On Thursday, Stifel, a financial services firm, adjusted its outlook on General Mills (NYSE:GIS), reducing the stock's price target to $78 from $82 while sustaining a Buy rating. Currently trading at $63.91, near its 52-week low, InvestingPro analysis suggests the stock is slightly undervalued, with a P/E ratio of 14.34.
The revision follows General Mills' second-quarter fiscal year 2025 earnings report, which revealed a 12% rise in earnings per share (EPS) to $1.40, surpassing consensus estimates. The increase was primarily due to favorable inventory phasing, largely attributed to the timing of holidays, which is anticipated to revert in the latter half of the fiscal year.
General Mills, known for its portfolio of consumer food brands, has revised its full-year 2025 guidance downward, incorporating increased investment to maintain market share advancements and achieve sustainable growth.
Stifel has adjusted its EPS forecast for General Mills to $4.44, a slight decrease of $0.08, indicating a 2% decline for the year. Despite near-term challenges, the company maintains a strong dividend profile with a 3.76% yield and an impressive 54-year streak of consistent dividend payments, according to InvestingPro data.

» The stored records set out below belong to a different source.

/* The winding's volts, from the AC reading or else from the mean of the DC readings off load. */
static plw_status find_winding(problem *p, plw_error *error) {
    const plw_rectifier *d = p->described;
    double sum = 0;
    size_t off_load = 0;
    for (size_t i = 0; i < p->count; i++) {
        if (!loaded(&p->readings[i])) {
            sum += p->readings[i].volts;
            off_load++;
        }
    }
    if (d->winding_rms_volts > 0) {
        p->winding_volts = d->winding_rms_volts;
        p->winding_error = p->errors.winding_volts_percent / 100 * p->winding_volts;
        return PLW_OK;
    }
    if (off_load == 0) {
        return plw_fail(error, PLW_E_USAGE,
                        "winding: neither its AC volts nor the output was read off load; read one of them, as 215V");
    }
    const double drop = d->diode.kind == PLW_DIODE_SILICON ? d->diode.drop_volts : 0;
    p->winding_volts = (sum / (double)off_load + (d->connection == PLW_BRIDGE ? 2 : 1) * drop) / sqrt(2.0);
    p->winding_error = 0; /* no reading of its own: the DC readings off load say all */
    return PLW_OK;
}

static plw_status check_against_peak(const problem *p, plw_error *error) {
    plw_rectifier supply = *p->described;
    supply.winding_rms_volts = p->winding_volts;
    const double peak = plw_rectifier_peak_volts(&supply);
    const double allowed =
        CONTRADICTION * hypot(p->errors.dc_volts_percent, p->errors.winding_volts_percent) / 100 * peak;
    for (size_t i = 0; i < p->count; i++) {
        const plw_bench_reading *reading = &p->readings[i];
        if (loaded(reading) && reading->volts >= peak) {
            return plw_fail(
                error, PLW_E_USAGE,
                "reading %zu: %g V under load is above the off-load peak of %.4g V that a winding of %.4g V "
                "RMS gives; check which winding was read, and that both were read at one mains voltage",
                i + 1, reading->volts, peak, p->winding_volts);
        }
        if (!loaded(reading) && fabs(reading->volts - peak) > allowed) {
            return plw_fail(
                error, PLW_E_USAGE,
                "reading %zu: %g V off load does not belong to a winding of %.4g V RMS, which gives %.4g V; "
                "check which winding was read (each half when centre-tapped)",
                i + 1, reading->volts, p->winding_volts, peak);
        }
    }
    return PLW_OK;
}

static plw_status check_order(const problem *p, plw_error *error) {
    for (size_t i = 0; i < p->count; i++) {
        for (size_t k = 0; k < p->count; k++) {
            const plw_bench_reading *light = &p->readings[i], *heavy = &p->readings[k];
            const double allowed = CONTRADICTION * p->errors.dc_volts_percent / 100 * hypot(light->volts, heavy->volts);
            if (drawn_amps(heavy) > drawn_amps(light) && heavy->volts > light->volts + allowed) {
                return plw_fail(error, PLW_E_USAGE,
                                "readings: %g V at %.4g mA is above %g V at %.4g mA, which makes the source resistance "
                                "negative; check the order of the readings and that the mains held still",
                                heavy->volts, 1e3 * drawn_amps(heavy), light->volts, 1e3 * drawn_amps(light));
            }
        }
    }
    return PLW_OK;
}
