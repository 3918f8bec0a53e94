/* One cycle of the rectifier and its filter, with its derivative by the state at the start.
 * SPDX-License-Identifier: GPL-3.0-or-later */
#include "supply/engine.h"

#include <math.h>
#include <string.h>

#include "supply/collocation.h"

/* Longest step: a thirty-second of a half cycle. */
#define STEPS_IN_HALF 32
#define PI 3.14159265358979323846

enum { DEEPEST = PLW_FLOW_LEVELS - 1, CURVED_RAMP_STEPS = 2, SEEN_RAMP_STEPS = 8, SEEN_LEVEL = 1, CURVED_DEPTH = 6 };

/* ---- matrices ---------------------------------------------------------------------------------------------------- */

/* Order of the flow's columns: states, integral of the output, load, constant, then the mode's own. */
static size_t base_matrix(const plw_network *network, double matrix[PLW_FLOW_WIDTH][PLW_FLOW_WIDTH]) {
    const size_t n = network->states;
    memset(matrix, 0, sizeof(double[PLW_FLOW_WIDTH][PLW_FLOW_WIDTH]));
    for (size_t i = 0; i < n; i++) {
        memcpy(matrix[i], network->a[i], n * sizeof(double));
        matrix[i][n + 1] = network->load[i];
        matrix[i][n + 2] = network->constant[i];
    }
    matrix[n][network->output] = 1;
    return n + 3;
}

/* The rectifier conducting as silicon: w = by_emf EMF - constant - ohms-or-siemens x[0]. */
static size_t conducting_matrix(const plw_network *network, plw_mode mode,
                                double matrix[PLW_FLOW_WIDTH][PLW_FLOW_WIDTH]) {
    const plw_rectifier_law *law = &network->law;
    const size_t width = base_matrix(network, matrix), sine = width, cosine = width + 1;
    const double per_volt = network->choke_input ? network->input : network->input / law->total_ohms;
    double by_state = network->input / law->total_ohms;
    if (network->choke_input) {
        by_state = network->input * (mode == PLW_MODE_BOTH ? law->shared_ohms : law->total_ohms);
    }
    matrix[0][0] -= by_state;
    matrix[0][network->states + 2] -= per_volt * law->drop_volts;
    matrix[0][sine] = mode == PLW_MODE_BOTH ? 0 : per_volt * law->peak_volts;
    matrix[sine][cosine] = 1;
    matrix[cosine][sine] = -1;
    return width + 2;
}

void plw_engine_make(plw_engine *engine, const plw_rectifier *supply, double load_ohms) {
    plw_network *network = &engine->network;
    plw_network_make(network, supply, load_ohms);
    const double step = PI / STEPS_IN_HALF;
    double matrix[PLW_FLOW_WIDTH][PLW_FLOW_WIDTH];
    size_t width = base_matrix(network, matrix);
    engine->relaxation = (double)INFINITY;
    if (network->choke_input) {
        memset(matrix[0], 0, sizeof matrix[0]); /* the choke carries nothing and goes on doing so */
    }
    plw_flow_make(&engine->flow[PLW_MODE_NONE], matrix, width, step);
    if (network->law.vacuum) {
        base_matrix(network, matrix);
        plw_collocation_make(engine->collocation, &engine->flow[PLW_MODE_CURVED], matrix, network, step);
        return;
    }
    width = conducting_matrix(network, PLW_MODE_ONE, matrix);
    plw_flow_make(&engine->flow[PLW_MODE_ONE], matrix, width, step);
    engine->relaxation = -1 / matrix[0][0];
    if (network->choke_input) {
        width = conducting_matrix(network, PLW_MODE_BOTH, matrix);
        plw_flow_make(&engine->flow[PLW_MODE_BOTH], matrix, width, step);
    }
}

/* ---- a point of the cycle ---------------------------------------------------------------------------------------- */

double plw_engine_emf(const plw_engine *engine, double angle) {
    return engine->network.law.peak_volts * sin(angle);
}

double plw_engine_input(const plw_engine *engine, plw_mode mode, double angle, const double *state) {
    const plw_network *network = &engine->network;
    const plw_rectifier_law *law = &network->law;
    const double emf = plw_engine_emf(engine, angle);
    double slope, first;
    if (!network->choke_input) {
        switch (mode) {
        case PLW_MODE_NONE:
            return 0;
        case PLW_MODE_CURVED:
            return plw_path_amps(law, emf - state[0], &slope);
        default:
            return (emf - law->drop_volts - state[0]) / law->total_ohms;
        }
    }
    switch (mode) {
    case PLW_MODE_NONE:
        return state[1];
    case PLW_MODE_CURVED:
        return plw_choke_volts(law, emf, state[0], &slope, &first);
    case PLW_MODE_BOTH:
        return -law->drop_volts - law->shared_ohms * state[0];
    default:
        return emf - law->drop_volts - law->total_ohms * state[0];
    }
}

static void slopes(const plw_engine *engine, plw_mode mode, double angle, const double *state, double load_amps,
                   double *slope) {
    const plw_network *network = &engine->network;
    for (size_t i = 0; i < network->states; i++) {
        double sum = network->load[i] * load_amps + network->constant[i];
        for (size_t j = 0; j < network->states; j++) {
            sum += network->a[i][j] * state[j];
        }
        slope[i] = sum;
    }
    slope[0] += network->input * plw_engine_input(engine, mode, angle, state);
    if (network->choke_input && mode == PLW_MODE_NONE) {
        slope[0] = 0;
    }
}

/* ---- the run ----------------------------------------------------------------------------------------------------- */

typedef struct {
    const plw_engine *engine;
    double load_amps;
    plw_mode mode;
    double angle;
    plw_cycle *cycle;
    bool with_derivative;
    int base, ramp, ramp_count, ramp_steps; /* steps start short after a switching and lengthen */
    int descent;                            /* within a descent towards a switching: the level to try, else 0 */
    plw_collocated collocated;              /* the last attempt, PLW_MODE_CURVED */
    plw_piece_seen seen;
    void *context;
} run;

/* How far the mode has been left: positive when it no longer holds.  Two ways out at most. */
static void exits(const run *r, double angle, const double *x, double out[2]) {
    const plw_network *network = &r->engine->network;
    const double emf = plw_engine_emf(r->engine, angle);
    out[1] = -1;
    if (r->mode == PLW_MODE_NONE) {
        out[0] = emf - network->law.drop_volts - x[network->choke_input ? 1 : 0];
        return;
    }
    if (!network->choke_input) {
        out[0] = x[0] + network->law.drop_volts - emf;
        return;
    }
    out[0] = -x[0];
    if (network->law.vacuum || network->law.half_wave) {
        return;
    }
    out[1] = network->law.overlap_ohms * x[0] - 2 * emf;
    if (r->mode == PLW_MODE_BOTH) {
        out[1] = -out[1];
    }
}

/* Rate at which the way out of PLW_MODE_NONE is approached. */
static double approach(const run *r, double angle, const double *x) {
    double slope[PLW_STATES_MOST];
    slopes(r->engine, PLW_MODE_NONE, angle, x, r->load_amps, slope);
    const plw_network *network = &r->engine->network;
    return network->law.peak_volts * cos(angle) - slope[network->choke_input ? 1 : 0];
}

static void try_linear(const run *r, int level, double *x) {
    const plw_network *network = &r->engine->network;
    const plw_flow *flow = &r->engine->flow[r->mode];
    const size_t n = network->states, width = flow->width;
    double z[PLW_FLOW_WIDTH];
    memcpy(z, r->cycle->end, (n + 1) * sizeof(double));
    z[n + 1] = r->load_amps;
    z[n + 2] = 1;
    if (width > n + 3) {
        z[n + 3] = sin(r->angle);
        z[n + 4] = cos(r->angle);
    }
    for (size_t i = 0; i <= n; i++) {
        double sum = 0;
        for (size_t j = 0; j < width; j++) {
            sum += flow->change[level][i][j] * z[j];
        }
        x[i] = r->cycle->end[i] + sum;
    }
}

static void try_step(run *r, int level, double *x) {
    if (r->mode == PLW_MODE_CURVED) {
        plw_collocate(r->engine, level, r->angle, r->load_amps, r->cycle->end, &r->collocated, x);
    } else {
        try_linear(r, level, x);
    }
}

/* Carry the derivative over a fraction of the step just tried. */
static void carry_derivative(run *r, int level, double fraction) {
    const size_t n = r->engine->network.states;
    const plw_flow *flow = &r->engine->flow[r->mode];
    double change[PLW_ROWS_MOST][PLW_STATES_MOST + 1] = {{0}};
    for (size_t i = 0; i <= n; i++) {
        change[i][n] = flow->change[level][i][n + 1];
        for (size_t k = 0; k < n; k++) {
            const double weight = flow->change[level][i][k];
            if (weight != 0) {
                for (size_t j = 0; j <= n; j++) {
                    change[i][j] += weight * r->cycle->by[k][j];
                }
            }
        }
    }
    if (r->mode == PLW_MODE_CURVED) {
        plw_collocation_derivative(r->engine, level, &r->collocated, r->cycle->by, change);
    }
    for (size_t i = 0; i <= n; i++) {
        for (size_t j = 0; j <= n; j++) {
            r->cycle->by[i][j] += fraction * change[i][j];
        }
    }
}

/* Take a fraction of the step that was tried; the last bit of a cycle or of a mode is so short that the straight line
 * between its ends is exact enough. */
static void take(run *r, int level, double fraction, const double *tried) {
    const size_t n = r->engine->network.states;
    plw_piece piece;
    if (r->seen != NULL) {
        piece.mode = r->mode;
        piece.angle[0] = r->angle;
        memcpy(piece.state[0], r->cycle->end, n * sizeof(double));
        slopes(r->engine, r->mode, r->angle, r->cycle->end, r->load_amps, piece.slope[0]);
    } else if (r->with_derivative) {
        carry_derivative(r, level, fraction);
    }
    for (size_t i = 0; i <= n; i++) {
        r->cycle->end[i] += fraction * (tried[i] - r->cycle->end[i]);
    }
    r->angle += fraction * r->engine->flow[PLW_MODE_NONE].step[level];
    if (r->seen != NULL) {
        piece.angle[1] = r->angle;
        memcpy(piece.state[1], r->cycle->end, n * sizeof(double));
        slopes(r->engine, r->mode, r->angle, r->cycle->end, r->load_amps, piece.slope[1]);
        r->seen(r->context, r->engine, &piece);
    }
    if (r->ramp > 0 && ++r->ramp_count == r->ramp_steps) {
        r->ramp--;
        r->ramp_count = 0;
    }
}

/* ---- switching --------------------------------------------------------------------------------------------------- */

/* A vacuum rectifier's current starts as the 3/2 power of time: short steps first, and eight or so up to the crest. */
static void set_steps(run *r) {
    r->base = r->seen != NULL ? SEEN_LEVEL : 0;
    r->ramp = 0;
    r->ramp_count = 0;
    const double longest = r->engine->flow[PLW_MODE_NONE].step[0];
    if (r->mode == PLW_MODE_CURVED) {
        const double crest = r->engine->network.choke_input ? PI / 4 : fabs(PI / 2 - r->angle);
        while (r->base < 9 && r->engine->flow[PLW_MODE_NONE].step[r->base] > crest / 8) {
            r->base++;
        }
        r->ramp = 3;
        r->ramp_steps = CURVED_RAMP_STEPS;
    } else if (r->mode == PLW_MODE_ONE && r->seen != NULL) {
        /* A small path resistance lets the current jump up; its rise is seen in steps of an eighth of its time. */
        r->ramp_steps = SEEN_RAMP_STEPS;
        while (r->base + r->ramp < DEEPEST && ldexp(longest, -(r->base + r->ramp)) > r->engine->relaxation / 8) {
            r->ramp++;
        }
    }
}

static void switch_to(run *r, plw_mode mode) {
    r->mode = mode;
    r->descent = 0;
    if (mode == PLW_MODE_NONE && r->engine->network.choke_input) {
        /* Whatever the start, the choke's current has come to nothing here. */
        r->cycle->end[0] = 0;
        memset(r->cycle->by[0], 0, sizeof r->cycle->by[0]);
    }
    set_steps(r);
}

static plw_mode conducting(const run *r) {
    return r->engine->network.law.vacuum ? PLW_MODE_CURVED : PLW_MODE_ONE;
}

static plw_mode mode_after(const run *r, int way_out) {
    if (r->mode == PLW_MODE_NONE) {
        return conducting(r);
    }
    if (way_out == 0) {
        return PLW_MODE_NONE;
    }
    return r->mode == PLW_MODE_ONE ? PLW_MODE_BOTH : PLW_MODE_ONE;
}

static void begin(run *r, const double *start) {
    const plw_network *network = &r->engine->network;
    const size_t n = network->states;
    memset(r->cycle, 0, sizeof *r->cycle);
    memcpy(r->cycle->end, start, n * sizeof(double));
    for (size_t i = 0; i < n; i++) {
        r->cycle->by[i][i] = 1;
    }
    r->angle = 0;
    plw_mode mode = PLW_MODE_NONE;
    if (network->choke_input && start[0] > 0) {
        mode = conducting(r);
        if (mode == PLW_MODE_ONE && !network->law.half_wave && network->law.overlap_ohms > 0) {
            mode = PLW_MODE_BOTH;
        }
    } else if (-network->law.drop_volts - start[network->choke_input ? 1 : 0] > 0) {
        mode = conducting(r);
    }
    switch_to(r, mode);
}

/* Does the step from the present point to x leave the mode, or perhaps leave it and come back? */
static bool leaves(const run *r, double angle_after, const double *x, double before[2], double after[2]) {
    exits(r, angle_after, x, after);
    if (after[0] > 0 || after[1] > 0) {
        exits(r, r->angle, r->cycle->end, before);
        return true;
    }
    if (r->mode != PLW_MODE_NONE || after[0] < -0.1 * r->engine->network.law.peak_volts) {
        return false;
    }
    return approach(r, r->angle, r->cycle->end) > 0 && approach(r, angle_after, x) < 0;
}

static double fraction_to(double before, double after) {
    if (!(after > 0)) {
        return 2;
    }
    return before >= 0 ? 0 : before / (before - after);
}

static int level_for(const run *r, double remaining) {
    int level = r->base + r->ramp;
    if (r->descent > level) {
        level = r->descent;
    }
    while (level < DEEPEST && r->engine->flow[PLW_MODE_NONE].step[level] > remaining * (1 + 1e-12)) {
        level++;
    }
    return level < DEEPEST ? level : DEEPEST;
}

static void one_step(run *r, double end_angle) {
    const double remaining = end_angle - r->angle;
    const int level = level_for(r, remaining);
    const double step = r->engine->flow[PLW_MODE_NONE].step[level];
    double tried[PLW_ROWS_MOST], before[2] = {0, 0}, after[2];
    try_step(r, level, tried);
    const double reach = fmin(1, remaining / step);
    if (!leaves(r, r->angle + step, tried, before, after)) {
        take(r, level, reach, tried);
        r->descent = r->descent > 0 ? level + 1 : 0;
        return;
    }
    const int deepest = r->mode == PLW_MODE_CURVED ? r->base + CURVED_DEPTH : DEEPEST;
    if (level < deepest) {
        r->descent = level + 1;
        return;
    }
    if (!(after[0] > 0 || after[1] > 0)) {
        take(r, level, reach, tried); /* came near, but did not leave */
        r->descent = 0;
        return;
    }
    const double first = fraction_to(before[0], after[0]), second = fraction_to(before[1], after[1]);
    const double fraction = fmin(first, second);
    if (fraction >= reach) {
        take(r, level, reach, tried);
        return;
    }
    take(r, level, fraction, tried);
    switch_to(r, mode_after(r, first <= second ? 0 : 1));
}

void plw_engine_cycle(const plw_engine *engine, double load_amps, const double *start, plw_cycle *cycle,
                      plw_piece_seen seen, void *context) {
    run r = {.engine = engine, .load_amps = load_amps, .cycle = cycle, .seen = seen, .context = context};
    r.with_derivative = seen == NULL;
    begin(&r, start);
    const double end_angle = engine->network.period;
    /* The cap is far above what any circuit needs; it only forbids an endless chatter. */
    for (long steps = 0; steps < 200000 && end_angle - r.angle > 1e-13; steps++) {
        one_step(&r, end_angle);
    }
}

For the second half of fiscal year 2025, an 8% decrease in operating profit is projected by Stifel, including a more pronounced 10% drop in the third quarter. This expected downturn is seen as a correction of the favorable second-quarter results, where timing benefits played a significant role in the company's performance.
Stifel's maintained Buy rating suggests confidence in General Mills' long-term prospects despite the anticipated short-term challenges. The firm's revised price target of $78 reflects the updated earnings expectations and the investments that General Mills plans to make in pursuit of continued market share and growth.
InvestingPro subscribers can access detailed financial health metrics, which currently show a "Good" overall score, along with 8 additional exclusive ProTips and comprehensive valuation analysis in the Pro Research Report.
In other recent news, General Mills has experienced significant financial developments, surpassing consensus estimates on both revenue and earnings in its second-quarter fiscal year 2025 results.
The company reported revenues of $5.24 billion, a 2.3% increase over analyst expectations, and organic sales growth of 1.0% year-over-year. However, General Mills revised its full-year 2025 guidance downwards, now forecasting organic sales at the lower end of the flat to 1% growth range.
Analysts have responded to these developments, with Bernstein SocGen Group revising its price target for General Mills to $68 from $69, maintaining a Market Perform rating, while Mizuho (NYSE:MFG), Citi, and Jefferies have maintained Neutral stances. Jefferies cut the target to $66 due to price concerns, whereas Stifel reaffirmed its Buy rating on General Mills, maintaining a price target of $82.
In the midst of these financial shifts, General Mills has also been linked to potential mergers and acquisitions that could dilute earnings per share by approximately 4%. These recent developments, along with shifts in the food and beverage sector, such as a downturn in Kraft Heinz (NASDAQ:KHC)'s stock following General Mills' lowered annual profit forecast, provide investors with a comprehensive view of the company's current financial landscape.